Thanks for the suggestions and feedback! Look forward to ditching my buckets!


----------



## 13razorbackfan (Sep 28, 2011)

PALong3 said:


> Excellent! I am convinced you hang out on this site more than me!
> 
> Assume it is better to hook up to filtered tub facet but my outside facet. Correct?
> 
> Thanks razorback!


Personally I just hook it up to my bathroom faucet as I can just leave it hooked up when adding water as well. The outside faucet for me would be better with both pressure and it being lower than the bathroom faucet however there is just one valve meaning cold water. In the bathroom I use hot and cold to make the tank water going back into the tank the same temp as the water already in the tank. Since my water temp is exactly the same and I don't add anything but dechlorinator I can do as large a water change as I want. Usually around 85% once a week.


----------



## deaver (Apr 23, 2011)

i have the same water changer, aqueon. i used buckets and a hose for over 15yrs, i can't believe how easy water changes got after paying 50 bucks for the system.


----------



## zeusjuice (Apr 26, 2012)

I have the same unit and it works great. I have a question though. Is it better to do one massive water change or a few smaller water changes spread out over the course of a week?


----------



## 13razorbackfan (Sep 28, 2011)

zeusjuice said:


> I have the same unit and it works great. I have a question though. Is it better to do one massive water change or a few smaller water changes spread out over the course of a week?

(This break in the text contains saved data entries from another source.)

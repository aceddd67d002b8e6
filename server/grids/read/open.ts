import type { GridSource } from '../grid-source'
import { cfSource } from './cf-source'
import { openClassic } from './netcdf-classic'
import { openNetcdf4 } from './netcdf4'
import { recognise } from './signature'

/**
 * Opens a gridded file, whatever its format. Throws LayerRefused when it can't be read with certainty. The caller
 * closes the source.
 */
export async function openGridSource(path: string, fileName: string): Promise<GridSource> {
  const { format, fileSize, start } = recognise(path, fileName)
  if (format === 'geotiff') {
    const { openGeotiff } = await import('./geotiff')
    return openGeotiff(path, fileName, fileSize)
  }
  const file = format === 'netcdf4' ? await openNetcdf4(path, start, fileSize) : openClassic(path, fileSize)
  try {
    return cfSource(file, fileName)
  } catch (error) {
    file.close()
    throw error
  }
}
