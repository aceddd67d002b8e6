import proj4 from 'proj4'

type Convert = (a: number, b: number) => [number, number]

interface Projector {
  project: Convert
  unproject: Convert
}

const projectors = new Map<string, Projector>()
const mostKept = 64

/**
 * From longitude and latitude (degrees, WGS84) to the plane of a `TransformGrid.crs`. Where the projection has no
 * answer both numbers are NaN: such a point has no place on the raster. Throws on a definition proj4 doesn't know.
 */
export function projectTo(crs: string): (longitude: number, latitude: number) => [x: number, y: number] {
  return projectorOf(crs).project
}

/** From the plane of a crs to longitude and latitude in degrees; NaN where the projection has no answer. */
export function unprojectFrom(crs: string): (x: number, y: number) => [longitude: number, latitude: number] {
  return projectorOf(crs).unproject
}

function projectorOf(crs: string): Projector {
  const known = projectors.get(crs)
  if (known) return known
  const converter = proj4(crs)
  const projector = {
    project: answering((longitude, latitude) => converter.forward([longitude, latitude])),
    unproject: answering((x, y) => converter.inverse([x, y])),
  }
  if (projectors.size >= mostKept) projectors.clear()
  projectors.set(crs, projector)
  return projector
}

function answering(convert: (a: number, b: number) => number[]): Convert {
  return (a, b) => {
    try {
      const [first = NaN, second = NaN] = convert(a, b)
      return Number.isFinite(first) && Number.isFinite(second) ? [first, second] : [NaN, NaN]
    } catch {
      // proj4 throws outside a projection's domain; a point without a place is an answer, not an error.
      return [NaN, NaN]
    }
  }
}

As long as the water going back into the tank is the same, within reason both chemistry and temperature wise, then it doesn't really matter. I prefer to do large weekly water changes. I change out about 85% of my water.


----------



## zeusjuice (Apr 26, 2012)

Gotcha, I you have to shut down your fx5 during the process?


----------



## 13razorbackfan (Sep 28, 2011)

zeusjuice said:


> Gotcha, I you have to shut down your fx5 during the process?


I shut everything off except my lights during water changes. My lights are on a different surge protector. The water level drops below my filter intakes and below my water line for my heater so I don't have a choice. I still wouldn't run them during a water change regardless.


----------



## BillD (May 17, 2005)

I would probably use two hoses. One for drain, either to bathtub or outside, and a fill hose from the bathroom so you can regulate temp.To facilitate filling I would make a gooseneck from PVC fittings, that hangs on the tank and terminates in a Tee fitting so the water expels from the sides.


----------



## PALong3 (Nov 24, 2011)

Petsmart had them for 33 (25') and 50 (50') this weekend...picked up the big one! Thanks!


----------



## cichlid-gal (Apr 27, 2012)

Great that you got the waterchanger PALong3...the only problem I have with the Aqueon for water changes is the outflow seems kinda slow to me. Maybe its just my setup as I have to run from my living room to my bathroom which is probably 20'.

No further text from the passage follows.